NPRThe only constant is change. It's the most basic fact of human existence. Nothing lasts, nothing stays the same.
We feel it with each breath. From birth to the unknown moment of our passing, we ride a river of change. And yet, in spite of all evidence to the contrary, we exhaust ourselves in an endless search for solidity. We hunger for something that lasts, some idea or principle that rises above time and change. We hunger for certainty. That is a big problem.
It might even be THE problem.
Religions are often built around this heartache for certainty. In the face of sickness, loss and grief, a thousand dogmas with a thousand names have risen. Many profess that if only the faithful hold fast to the "rules," the "precepts" or the "doctrine" then certainty can be obtained.
Fate and future can be fixed through promises of freedom from immediate suffering, divine favor or everlasting salvation. Scriptures are transformed into unwavering blueprints for an unchanging order. These documents must live beyond question lest the certainty they provide crumble. When human spiritual endeavor devolves into these white-knuckle forms of clinging they become monuments to the fear of change and uncertainty.

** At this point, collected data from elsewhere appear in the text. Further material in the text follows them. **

import { data, Form, Link, type RouterContextProvider } from "react-router";
import { z } from "zod";
import { requireArea } from "~/.server/guard";
import { plainId } from "~/lib/strict-params";
import { outboxMessage } from "~/.server/mail/mailbox";
import { retryMessage, signalMailQueued } from "~/.server/mail/outbox";
import { MailStatusBadge } from "~/components/mail/mail-status";
import { formatDateTime } from "~/lib/format";
import type { Route } from "./+types/mailbox.$messageId";

export const meta: Route.MetaFunction = ({ data }) => [{ title: `${data?.message.subject ?? "Message"} · Mailbox · Patina` }];

const messageParams = z.object({
  messageId: plainId("messageId"),
});

async function findMessage(context: Readonly<RouterContextProvider>, params: unknown) {
  const scope = requireArea(context, "mailbox");
  const parsed = messageParams.safeParse(params);
  if (!parsed.success) throw data(parsed.error.issues[0]!.message, { status: 400 });
  const message = await outboxMessage(scope, parsed.data.messageId);
  if (!message) throw data("There is no message with that number in your company's mailbox.", { status: 404 });
  return { scope, message };
}

export async function loader({ params, context }: Route.LoaderArgs) {
  const { scope, message } = await findMessage(context, params);
  return { message, timeZone: scope.timeZone };
}

/** Puts a message that was given up on back into the queue. */
export async function action({ params, context }: Route.ActionArgs) {
  const { scope, message } = await findMessage(context, params);
  const queued = await retryMessage(scope.companyId, message.id);
  if (!queued) throw data("Only a message that could not be delivered can be sent again.", { status: 409 });
  signalMailQueued();
  return { queued };
}

export default function MailboxMessage({ loaderData }: Route.ComponentProps) {
  const { message, timeZone } = loaderData;
  return (
    <div className="space-y-4">
      <p>
        <Link to="/mailbox" className="text-sm font-medium text-verdigris-700 underline">
          ← Mailbox
        </Link>
      </p>
      <h1 className="text-2xl font-semibold tracking-tight">{message.subject}</h1>
      <dl className="grid grid-cols-[auto_1fr] gap-x-4 gap-y-1 rounded-xl border border-line bg-white p-4 text-sm">
        <dt className="text-muted">To</dt>
        <dd>{message.recipient}</dd>
        <dt className="text-muted">Queued</dt>
        <dd>{formatDateTime(message.createdAt, timeZone)}</dd>
        <dt className="text-muted">Status</dt>
        <dd>
          <MailStatusBadge status={message.status} attempts={message.attempts} />
          {message.sentAt ? <span className="ml-2">sent {formatDateTime(message.sentAt, timeZone)}</span> : null}
          {message.status === "pending" && message.attempts > 0 ? (
            <span className="ml-2">next try {formatDateTime(message.nextAttemptAt, timeZone)}</span>
          ) : null}
        </dd>
        {message.lastError ? (
          <>
            <dt className="text-muted">Last error</dt>
            <dd className="break-words text-alert">{message.lastError}</dd>
          </>
        ) : null}
      </dl>
      {message.status === "failed" ? (
        <Form method="post">
          <button type="submit" className="rounded-lg bg-verdigris-700 px-4 py-2 font-semibold text-white hover:bg-verdigris-900">
            Send it again
          </button>
        </Form>
      ) : null}
      <section aria-labelledby="html-heading" className="space-y-2">
        <h2 id="html-heading" className="text-lg font-semibold">
          As the recipient sees it
        </h2>
        {/* sandbox without permissions: the message's HTML cannot run scripts or reach this page. */}
        <iframe title="The message as HTML" sandbox="" srcDoc={message.html} className="h-[32rem] w-full rounded-xl border border-line bg-white" />
      </section>
      <section aria-labelledby="text-heading" className="space-y-2">
        <h2 id="text-heading" className="text-lg font-semibold">
          Plain-text part
        </h2>
        <pre className="overflow-x-auto whitespace-pre-wrap rounded-xl border border-line bg-white p-4 text-sm">{message.text}</pre>
      </section>
    </div>
  );
}

export { ErrorPanel as ErrorBoundary } from "~/components/error-panel";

It would be symmetrical if I could point to science as the pure antidote to the rigid rejection of uncertainty. Science, in the purest forms of its expression as a practice, holds to no doctrine other than that the world might be known. In the ceaseless pursuit of its own questioning path, science asks us to allow for ceaseless change in our ideas, beliefs and opinions. It's this aspect of science that I value more than any other.
But science does not exist alone as practice. It's also a constellation of ideas that exist within culture and those ideas can gain value, in and of themselves, without connection to actual practice. In this way science becomes something more and less. For some people the idea of Science offers a trumped up certainty that yields its own false defense against the rootlessness that roots of our existence.

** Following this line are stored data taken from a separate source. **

import { Form, Link, NavLink, Outlet, useLocation } from "react-router";
import { memberMiddleware, requireArea } from "~/.server/guard";
import { PatinaMark } from "~/components/patina-mark";
import { currentNavTarget } from "~/lib/nav";
import { type Area, ROLE_LABELS, roleMayOpen } from "~/lib/roles";
import type { Route } from "./+types/app-layout";

type NavItem = { to: string; label: string; area: Area };

const NAV_GROUPS: Array<{ label: string; items: NavItem[] }> = [
  {
    label: "Today",
    items: [
      { to: "/", label: "Home", area: "home" },
      { to: "/visit", label: "Visit", area: "visit" },
    ],
  },
  {
    label: "Route book",
    items: [
      { to: "/pools", label: "Pools", area: "pools" },
      { to: "/routes", label: "Routes", area: "routebook" },
      { to: "/sources", label: "Fill sources", area: "routebook" },
      { to: "/products", label: "Products", area: "routebook" },
    ],
  },
  {
    label: "Analytics",
    items: [
      { to: "/overview", label: "Overview", area: "overview" },
      { to: "/recurring", label: "Recurring", area: "recurring" },
      { to: "/risk", label: "Risk", area: "risk" },
      { to: "/outlook", label: "Metal outlook", area: "outlook" },
      { to: "/outcomes", label: "Outcomes", area: "outcomes" },
      { to: "/sources/health", label: "Source health", area: "sources" },
    ],
  },
  {
    label: "Data",
    items: [
      { to: "/imports", label: "Imports", area: "imports" },
      { to: "/exports", label: "Exports", area: "exports" },
    ],
  },
  {
    label: "Company",
    items: [
      { to: "/team", label: "Team", area: "team" },
      { to: "/settings", label: "Settings", area: "settings" },
      { to: "/mailbox", label: "Mailbox", area: "mailbox" },
    ],
  },
];

/** Every page below resolves the member's scope once, here; loaders read it from the context. */
export const middleware: Route.MiddlewareFunction[] = [memberMiddleware];

export async function loader({ context }: Route.LoaderArgs) {
  const scope = requireArea(context, "home");
  return {
    userName: scope.userName,
    role: scope.role,
    companyName: scope.companyName,
    nav: NAV_GROUPS.map((group) => ({
      label: group.label,
      items: group.items.filter((item) => roleMayOpen(scope.role, item.area)),
    })).filter((group) => group.items.length > 0),
  };
}

export default function AppLayout({ loaderData }: Route.ComponentProps) {
  const { userName, role, companyName, nav } = loaderData;
  const { pathname } = useLocation();
  const current = currentNavTarget(pathname, nav.flatMap((group) => group.items.map((item) => item.to)));
  return (
    <div className="min-h-dvh">
      <header className="border-b border-line bg-white">
        <div className="mx-auto flex max-w-6xl items-center gap-4 px-4 py-3">
          <NavLink to="/" className="flex items-center gap-2" aria-label="Patina home">
            <PatinaMark className="size-8" />
            <span className="text-lg font-semibold tracking-tight">Patina</span>
          </NavLink>
          <div className="ml-auto flex items-center gap-3 text-sm">
            <span className="text-right leading-tight">
              <span className="block font-medium">{userName}</span>
              <span className="block text-xs text-muted">
                {ROLE_LABELS[role]} · {companyName}
              </span>
            </span>
            <Form method="post" action="/sign-out">
              <button type="submit" className="rounded-lg border border-line px-3 py-2 font-medium hover:bg-verdigris-50">
                Sign out
              </button>
            </Form>
          </div>
        </div>
      </header>
      <div className="mx-auto max-w-6xl lg:flex lg:gap-6 lg:px-4">
        {/* One landmark: a scrolling strip on phones, a sidebar from lg up. */}
        <nav
          aria-label="Main"
          className="overflow-x-auto border-b border-line bg-white lg:w-48 lg:shrink-0 lg:overflow-visible lg:border-0 lg:bg-transparent"
        >
          <div className="flex w-max items-center gap-1 px-3 py-2 lg:sticky lg:top-4 lg:w-auto lg:flex-col lg:items-stretch lg:px-0 lg:py-6">
            {nav.map((group, index) => (
              <div key={group.label} className="flex items-center gap-1 lg:flex-col lg:items-stretch">
                {index > 0 ? <span aria-hidden="true" className="mx-1 h-5 w-px bg-line lg:hidden" /> : null}
                <span className="hidden px-3 pt-4 pb-1 text-xs font-semibold tracking-wide text-muted uppercase lg:block">
                  {group.label}
                </span>
                {group.items.map((item) => (
                  <Link
                    key={item.to}
                    to={item.to}
                    aria-current={item.to === current ? "page" : undefined}
                    className={`rounded-lg px-3 py-2 text-sm font-medium whitespace-nowrap ${item.to === current ? "bg-verdigris-100 text-verdigris-900" : "text-muted hover:bg-verdigris-50 hover:text-ink"}`}
                  >
                    {item.label}
                  </Link>
                ))}
              </div>
            ))}
          </div>
        </nav>
        <main className="min-w-0 flex-1 px-4 py-6 lg:px-0">
          <Outlet />
        </main>
      </div>
    </div>
  );
}

export { ErrorPage as ErrorBoundary } from "~/components/error-panel";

My co-blogger Marcelo Gleiser put it beautifully two weeks ago when he wrote, "what is pompous is to think that we can know all the answers. Or that it's the job of science to find them." When science as an idea is used to push away the tremulous reality of our lived existential uncertainty then it, too, is degraded. It becomes just another imaginary fixed point in a life without fixed points.
Of course it doesn't have to be this way. The world's history of spiritual endeavor contains many beautiful descriptions of authentic encounters with uncertainty. Ironically these often serve as gateways to the most compassionate experience of what can be called sacred in human life.
Buddhism's First Noble Truth, which focuses specifically on the reality of change and suffering, serves as one example. In the Christian tradition works like the "Cloud of Unknowing," a 14th century paean to the importance of experience over doctrine or dogma, serves as another. Dig around in most of the world's great religious traditions and you find people finding their sense of grace by embracing uncertainty rather than trying to bury it in codified dogmas.
For science, embracing uncertainty means more than claiming "we don't know now, but we will know in the future". It means embracing the fuzzy boundaries of the very process of asking questions. It means embracing the frontiers of what explanations, for all their power, can do. It means understanding that a life of deepest inquiry requires all kinds of vehicles: from poetry to particle accelerators; from quiet reveries to abstract analysis.
Though I am an atheist, some of the wisest people I have met are those whose spiritual lives (some explicitly religious, some not) have forced them to continually confront uncertainty. This daily act has made them patient and forgiving, generous and inclusive. Likewise, the atheists I have met who most embody the ideals of free inquiry seem to best understand the limitations of every perspective, including their own. They encounter the ever shifting ground of their lives with humor, good will and compassion.
In the end, embracing uncertainty is to embrace a quality I have written about many times before: mystery. These lives we live, surrounded by beauty and horror, profound knowledge and pitiful ignorance, are a mystery to us all. To push that truth away with false certainty, falsely derived from either religion or reason, is to miss our most perfect truth.
We are, after all, just "such stuff as dreams are made on; and our little life is rounded with a sleep."